BACKGROUND: Bacillary dysentery remains a major public health concern in China. The Beijing-Tianjin-Tangshan urban region is one of the most heavily infected areas in the country. This study aimed to analyze epidemiological features of bacillary dysentery, detect spatial-temporal clusters of the disease, and analyze risk factors that may affect bacillary dysentery incidence in the region. METHODS: Bacillary dysentery case data from January 2011 to December 2011 in Beijing-Tianjin-Tangshan were used in this study. The epidemiological features of cases were characterized, then scan statistics were performed to detect spatial temporal clusters of bacillary dysentery.

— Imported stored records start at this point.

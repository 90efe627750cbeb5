"""Edges another pair of eyes found: each gives a figure that holds, or none."""

import math
import warnings

import numpy as np
import pandas as pd
import pytest
from scipy import stats

from engine.reviews.month_units import _widened
from engine.reviews.month_words import rare_events
from engine.stats.agreement import agreement
from engine.stats.breaks import one_break
from engine.stats.cells import hidden_cells
from engine.stats.drift import drift_of
from engine.stats.funnel import funnel_limits, shrunken
from engine.stats.lifetimes import kaplan_meier, log_rank
from engine.stats.odds import mantel_haenszel, odds_ratio, woolf_homogeneity_p
from engine.stats.rates import design_effect, poisson_exact, poisson_ratio
from engine.stats.sampling import charts_to_find_one, stratified_share
from engine.stats.series import segmented, step_in_counts


def test_a_funnel_line_stands_at_sizes_that_are_no_whole_numbers():
    low, high = funnel_limits(0.2, [40, 40.5, 33.33], 0.998)
    assert np.isfinite(low).all()
    assert np.isfinite(high).all()
    assert low[1] == low[0]


@pytest.mark.parametrize("target", [0.02, 0.2, 0.5, 0.95, 0.98])
@pytest.mark.parametrize("n", [10, 20, 47, 200])
def test_a_unit_is_called_outside_as_seldom_as_promised(target, n):
    """Reference: binomial tails of scipy; .001 on each side."""
    low, high = _widened(target, np.array([float(n)]), 0.998, 1.0)
    counts = np.arange(n + 1)
    chance = stats.binom.pmf(counts, n, target)
    assert chance[counts / n > high[0]].sum() <= 0.001 + 1e-12
    assert chance[counts / n < low[0]].sum() <= 0.001 + 1e-12


def test_charts_all_alike_leave_doubt():
    done = stratified_share([50, 50], [2, 2], [2, 0])
    assert done.low < 0.35
    assert done.high > 0.65
    whole = stratified_share([2, 2], [2, 2], [2, 0])
    assert whole.low == whole.high == 0.5


def test_the_log_rank_test_refuses_what_it_cannot_ask():
    hours, ended = [5, 50, 60, 70, 80, 90], [0, 1, 1, 1, 1, 1]
    group = ["unknown", "a", "a", "a", "b", "b"]
    found = log_rank(hours, ended, np.array(group))
    alone = log_rank(hours[1:], ended[1:], np.array(group[1:]))
    assert found.df == 1
    assert found.p == pytest.approx(alone.p)
    same = log_rank([9, 9, 9, 9], [1, 1, 1, 1], np.array(list("aabb")))
    assert math.isnan(same.p)
    assert same.refusal


def test_a_median_is_not_bounded_by_the_last_life_watched():
    assert kaplan_meier(np.array([10.0]), np.array([True])).median_high_h is None


def test_one_category_is_no_table_of_agreement():
    with pytest.raises(ValueError, match="2 by 2 at least"):
        agreement([[40]])
    assert math.isnan(agreement([[0, 0], [0, 40]]).kappa)


def test_all_treatments_of_one_patient_tell_as_much_as_one():
    assert float(design_effect(1, 60, 30, 3600, 15.0)) == 60.0
    assert float(design_effect(1, 1, 1, 1, 1.0)) == 1.0


def test_a_sudden_start_lies_inside_its_interval():
    rng = np.random.default_rng(5)
    for _ in range(60):
        at = np.arange(30) * 24.0
        ratio = 1 + rng.normal(0, 0.012, 30)
        ratio[18:] -= 0.1
        found = drift_of(at, ratio, 0.2, 3.0)
        if found.sudden:
            assert found.started_low_h <= found.started_h <= found.started_high_h
            assert found.started_low_h <= 17.5 * 24 <= found.started_high_h


def test_events_as_frequent_as_treatments_are_no_rare_events():
    places = np.arange(20.0)
    assert "too often" in rare_events(places, 25.0)
    assert "too often" in rare_events(np.zeros(12), 5.0)


def test_an_exact_line_has_no_change():
    for slope in np.linspace(-0.3, 0.3, 13):
        found = segmented(slope * np.arange(24), 12)
        assert not found.level_change.shown
        assert not found.slope_change.shown
    step = segmented(np.where(np.arange(24) < 12, 0.3, 0.5), 12)
    assert step.level_change.value == pytest.approx(0.2)
    assert not step.slope_change.shown


def test_small_cells_that_must_all_be_ones_are_not_left_alone():
    hidden = hidden_cells([[1, 1, 20, 30]], [[True, True, False, False]])
    assert hidden.tolist() == [[True, True, True, False]]


def test_an_odds_ratio_of_large_tables_is_finite():
    """Reference: scipy's conditional ratio."""
    found = odds_ratio([[600, 5], [5, 600]])
    reference = stats.contingency.odds_ratio([[600, 5], [5, 600]]).statistic
    assert found.ratio == pytest.approx(reference, rel=1e-6)
    assert found.low < found.ratio < found.high < math.inf
    small = odds_ratio([[8, 2], [1, 5]])
    assert small.ratio == pytest.approx(
        stats.contingency.odds_ratio([[8, 2], [1, 5]]).statistic, rel=1e-6
    )


def test_strata_without_anybody_say_nothing():
    tables = [[[8, 2], [1, 5]], [[0, 0], [0, 0]]]
    alone = mantel_haenszel(tables[:1])
    both = mantel_haenszel(tables)
    assert both.ratio == pytest.approx(alone.ratio)
    assert both.sets_dropped == 1
    assert mantel_haenszel([]).refusal
    twice = [tables[0], [[5, 5], [4, 6]]]
    assert woolf_homogeneity_p([*twice, tables[1]]) == woolf_homogeneity_p(twice)


def test_a_break_stays_inside_its_series():
    values = np.array([0, 0.01] * 4 + [5, 7, 5, 7, 5, 7, 6, 4], float)
    found = one_break(values)
    assert 0 <= found.low <= found.at <= found.high <= len(values)


def test_units_without_any_event_hold_their_estimate():
    done = shrunken([0, 0, 0], [100, 120, 90])
    assert (done.low <= done.rate).all()
    assert (done.rate <= done.high).all()


def test_exposures_of_nothing_give_no_figure():
    with warnings.catch_warnings():
        warnings.simplefilter("error")
        assert math.isnan(poisson_ratio(3, 0.0, 2, 10.0).ratio)
        assert all(math.isnan(v) for v in step_in_counts([3, 2], [1, 0], [0, 1]))
        assert all(math.isnan(v) for v in step_in_counts([3, 0], [1, 1], [0, 1]))
        assert np.isnan(poisson_exact(np.nan, 10.0)).all()
    assert charts_to_find_one(100, 0) is None


def test_points_that_stand_on_nothing_are_left_out_of_a_fit():
    values = np.linspace(0.1, 0.4, 24)
    weights = np.full(24, 20.0)
    weights[3], weights[5] = 0.0, np.nan
    found = segmented(values, 12, weights)
    assert found.before_count == 10


def test_months_of_one_patient_are_not_called_a_change():
    from engine.policy import load_policy
    from engine.reviews.indicators import BY_ID
    from engine.reviews.month_limits import change_of

    months = pd.DataFrame(
        {
            "known": [60.0, 60.0],
            "value": [0.3, 0.72],
            "low": [0.2, 0.6],
            "high": [0.4, 0.8],
            "patients": [1, 1],
        }
    )
    change, _, _ = change_of(months, load_policy("common_practice"), BY_ID["I01"])
    assert change is None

A spatial panel model was used to identify potential risk factors. RESULTS: There were a total of 28,765 cases of bacillary dysentery in 2011. The results of the analysis indicated that compared with other age groups, the highest incidence (473.75/105) occurred in individuals <5 years of age. The incidence in males (530.57/105) was higher compared with females (409.06/105). On a temporal basis, incidence increased rapidly starting in April. Peak incidence occurred in August (571.10/105). Analysis of the spatial distribution model revealed that factors such as population density, temperature, precipitation, and sunshine hours were positively associated with incidence rate. Per capita gross domestic product was negatively associated with disease incidence. CONCLUSIONS: Meteorological and socio-economic factors have affected the transmission of bacillary dysentery in the urban Beijing-Tianjin-Tangshan region of China. The success of bacillary dysentery prevention and control department strategies would benefit from giving more consideration to climate variations and local socio-economic conditions.